As discussed in a quick introduction to data parallelism, data parallel style lets us write fast, portable, and generic parallel programs. One of the main focuses was to unlearn the “sequential idiom” that accumulates the result into mutable state. However, mutable state is sometimes preferred for efficiency. After all, a fast parallel program is typically a composition of fast sequential programs. Furthermore, managing mutable states is sometimes unavoidable for interoperability with libraries preferring or requiring mutation-based API. However, sharing mutable state is almost always a bad idea. Naively doing so likely results in data races and hence programs with undefined behaviors. Although low-level concurrency APIs such as locks and atomics can be used for writing (typically) inefficient but technically correct programs, a better approach is to use single-owner local mutable state. In particular, we will see that unlearning sequential idiom was worth the effort since it points us to what we call ownership-passing style that can be used to construct mutation-based parallel reduction from mutation-free (“purely functional”) reduction as an optimization.
This tutorial provides an overview of the mutable object handling in data-parallel Julia programs. It also discusses the effect and analysis of false sharing which is a major performance pitfall when using in-place operations in a parallel program.
By the way, I’m by no means an expert on CPU hardware and have very little understanding of how the coherence protocol actually works. In particular, I don’t know how on earth certain false sharing does not happen in Intel and IBM CPUs. So, I appreciate if the experts comment on/fact check the false sharing part.
(Of course, comments on other points are also welcome too )

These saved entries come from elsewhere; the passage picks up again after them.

def count(store: Path) -> tuple[int, int]:
    s = history.Store(str(store), None, create=False)
    try:
        info = s.summary()
    finally:
        s.close()
    return info["panels"], len(info["runs"])


def test_a_delta_check_fires_against_the_previous_run(tmp_path, capsys):
    store = tmp_path / "store.db"
    rc, _, _ = run(capsys, panels(tmp_path / "day1.csv", [("S1", "MRN-ALPHA-7", 1.5, 140)]),
                   store)
    assert rc == 0
    rc, rows, err = run(capsys, panels(tmp_path / "day2.csv",
                                       [("S2", "MRN-ALPHA-7", 1.0, 155)]), store)
    assert rc == 0
    assert rows[0]["serial_codes"] == "SERIAL-DELTA-NA"
    assert "since the stored panel of" in rows[0]["serial_detail"]
    assert "(sample S1)" in rows[0]["serial_detail"]
    assert "1 earlier panels compared" in err


def test_without_the_store_the_first_panel_of_a_file_stands_alone(tmp_path, capsys):
    """The same second file without --history: nothing to compare with."""
    src = panels(tmp_path / "day2.csv", [("S2", "MRN-ALPHA-7", 1.0, 155)])
    out = tmp_path / "o.csv"
    assert main(["batch", str(src), "-o", str(out), "--quiet", "--profile", "full"]) == 0
    row = next(csv.DictReader(out.open()))
    assert row["serial_codes"] == "" and row["serial_status"].startswith("not assessable")


def test_reading_the_same_file_again_adds_nothing_and_says_so(tmp_path, capsys):
    store = tmp_path / "store.db"
    src = panels(tmp_path / "day.csv", [("S1", "P-1", 2.0, 140), ("S2", "P-1", 1.9, 128),
                                        ("S3", "P-1", 1.8, 140)])
    rc, first, _ = run(capsys, src, store)
    assert rc == 0 and count(store) == (3, 1)
    rc, again, err = run(capsys, src, store)
    assert rc == 0
    assert "0 panels added; 3 already stored" in err
    assert count(store) == (3, 2)  # the run is recorded, its panels are not added twice
    # A panel is never compared with its own stored copy: the readings are unchanged.
    assert [r["serial_codes"] for r in again] == [r["serial_codes"] for r in first]
    assert first[1]["serial_codes"].startswith("SERIAL-BREAK")


def test_refused_panels_are_not_stored(tmp_path, capsys):
    store = tmp_path / "store.db"
    src = tmp_path / "day.csv"
    src.write_text(HEADER + f"S1,P-1,{stamp(1)},7.40,40,24,140,104,4.0\n"
                            f"S2,P-2,{stamp(1)},7.40,,24,140,104,4.0\n")  # no pCO2: refused
    assert run(capsys, src, store)[0] == 0
    assert count(store) == (1, 1)


def test_a_run_that_fails_adds_nothing(tmp_path, capsys, monkeypatch):
    store = tmp_path / "store.db"
    run(capsys, panels(tmp_path / "day1.csv", [("S1", "P-1", 2.0, 140)]), store)
    before = count(store)
    calls = []
    real = batch._process

    def failing(*a, **k):
        calls.append(1)
        if len(calls) > 1:
            raise KeyboardInterrupt  # as if stopped by the user mid-run
        return real(*a, **k)

    monkeypatch.setattr(batch, "_process", failing)
    src = panels(tmp_path / "day2.csv", [("S2", "P-1", 1.0, 141), ("S3", "P-2", 1.0, 141)])
    rc = main(["batch", str(src), "-o", str(tmp_path / "o.csv"), "--history", str(store),
               "--quiet", "--chunk-rows", "1"])
    assert rc == 130 and len(calls) > 1
    assert count(store) == before


@pytest.mark.parametrize("where", ["writing a block", "encoding a block"])
def test_a_failure_while_storing_rolls_the_whole_run_back(tmp_path, capsys, monkeypatch, where):
    """A disk that fills while the blocks go in, or an error while they are encoded
    (after other buckets' blocks went in): nothing of the run stays in the store."""
    store = tmp_path / "store.db"
    run(capsys, panels(tmp_path / "day1.csv", [("S1", "P-1", 2.0, 140)]), store)
    before = count(store)

    calls = []

    def broken(real):
        def call(*args):
            calls.append(1)
            if len(calls) == 3:  # two tables' blocks are in by then
                raise OSError(28, "No space left on device")
            return real(*args)
        return call

    monkeypatch.setattr(batch.serial.SerialChecker, "partitions_for",
                        staticmethod(lambda size: 48))  # several tables to store
    if where == "writing a block":
        monkeypatch.setattr(history.Store, "_put_prepared", broken(history.Store._put_prepared))
    else:
        monkeypatch.setattr(history, "_prepared", broken(history._prepared))
    rows = [(f"S{i}", f"P-{i}", 1.0, 141) for i in range(2, 200)]  # several buckets
    rc, _, err = run(capsys, panels(tmp_path / "day2.csv", rows), store)
    assert rc == 2 and "No space left" in err and len(calls) == 3
    monkeypatch.undo()
    monkeypatch.setenv(history.KEY_ENV, KEY)
    assert count(store) == before


def test_a_run_whose_summary_cannot_be_written_adds_nothing(tmp_path, capsys, monkeypatch):
    """The store's commit waits for every output (the summary is written after the
    panels are added to the transaction): a summary that fails leaves the store as it
    was, as it leaves no output file."""
    store = tmp_path / "store.db"
    run(capsys, panels(tmp_path / "day1.csv", [("S1", "P-1", 2.0, 140)]), store)
    before = count(store)

    def full_disk(*a, **k):
        raise OSError(28, "No space left on device")

    monkeypatch.setattr(batch, "summary_text", full_disk)
    src = panels(tmp_path / "day2.csv", [("S2", "P-1", 1.0, 141), ("S3", "P-2", 1.0, 141)])
    rc, _, err = run(capsys, src, store, "--summary", str(tmp_path / "s.txt"))
    assert rc == 2 and "No space left" in err and "nothing written" in err
    assert not (tmp_path / "s.txt").exists() and not src.with_suffix(".out.csv").exists()
    assert count(store) == before


def test_a_store_commit_that_fails_after_the_outputs_says_so_and_adds_nothing(
        tmp_path, capsys, monkeypatch):
    """The outputs are whole and stay; the store is left as it was; the run says both
    and does not end with 0."""
    store = tmp_path / "store.db"
    run(capsys, panels(tmp_path / "day1.csv", [("S1", "P-1", 2.0, 140)]), store)
    before = count(store)
    real = history.Store.finish

    def failing(self):
        self.rollback()
        raise history.HistoryError(f"{self.path}: database or disk is full")

    monkeypatch.setattr(history.Store, "finish", failing)
    src = panels(tmp_path / "day2.csv", [("S2", "P-1", 1.0, 141)])
    rc, _, err = run(capsys, src, store)
    assert rc == 2
    assert "every output was written in full" in err and "disk is full" in err
    assert f"history store {store} was left as it was" in err
    assert src.with_suffix(".out.csv").exists()
    monkeypatch.setattr(history.Store, "finish", real)
    assert count(store) == before


def test_two_runs_at_once_keep_every_panel(tmp_path):
    store = tmp_path / "store.db"
    env = dict(os.environ, **{history.KEY_ENV: KEY})
    procs = []
    for day in range(2):
        rows = [(f"S{day}-{i}", f"P-{day}-{i % 40}", 1 + day + i / 1000, 140) for i in range(400)]
        src = panels(tmp_path / f"f{day}.csv", rows)
        procs.append(subprocess.Popen(
            [sys.executable, "-m", "acidbase", "batch", str(src), "-o", str(src) + ".out",
             "--history", str(store), "--quiet"], env=env, stderr=subprocess.PIPE))
    codes = [p.wait(timeout=300) for p in procs]
    for p in procs:
        p.stderr.close()
    assert codes == [0, 0]
    assert count(store) == (800, 2)
    assert sqlite3.connect(store).execute("PRAGMA integrity_check").fetchone() == ("ok",)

That’s a good point that touches the corner of Julia I wish I can ignore Basically, the code without tuple-wrapping is working “by accident” (in some sense). It’s actually nothing to do with parallelism. Consider the implementations of collect with and without the tuple-wrapping;
julia> function collect1(xs)
ys = Any[]
for x in xs
append!(ys, x) # no tuple
end
return ys
end;
julia> function collect2(xs)
ys = Any[]
for x in xs
append!(ys, (x,)) # tuple
end
return ys
end;
As you’ve observed, there is no difference if the input is a collection of numbers (which is a singleton collection of itself):
However, your version won’t work when each element is also a collection (note: Base.collect(1 => 2) == [1, 2]):
julia> collect1(x => x^2 for x in 1:3)
6-element Vector{Any}:
1
1
2
4
3
9
julia> collect2(x => x^2 for x in 1:3)
3-element Vector{Any}:
1 => 1
2 => 4
3 => 9
In other words, you are observing that
for e in x
...
end
and
for e in (x,)
...
end
are equivalent if x isa Number.
So, in the examples using Int, you are correct that there is no need to use a tuple. However, since this is a tutorial, it is important to demonstrate the fundamental pattern in parallel computing:
Create a singleton solution (e.g., the singleton tuple)
Combine the solutions (e.g., append!)
I was hoping that explicitly constructing the singleton solution like (x,) helps the readers to familiarize themselves with this pattern.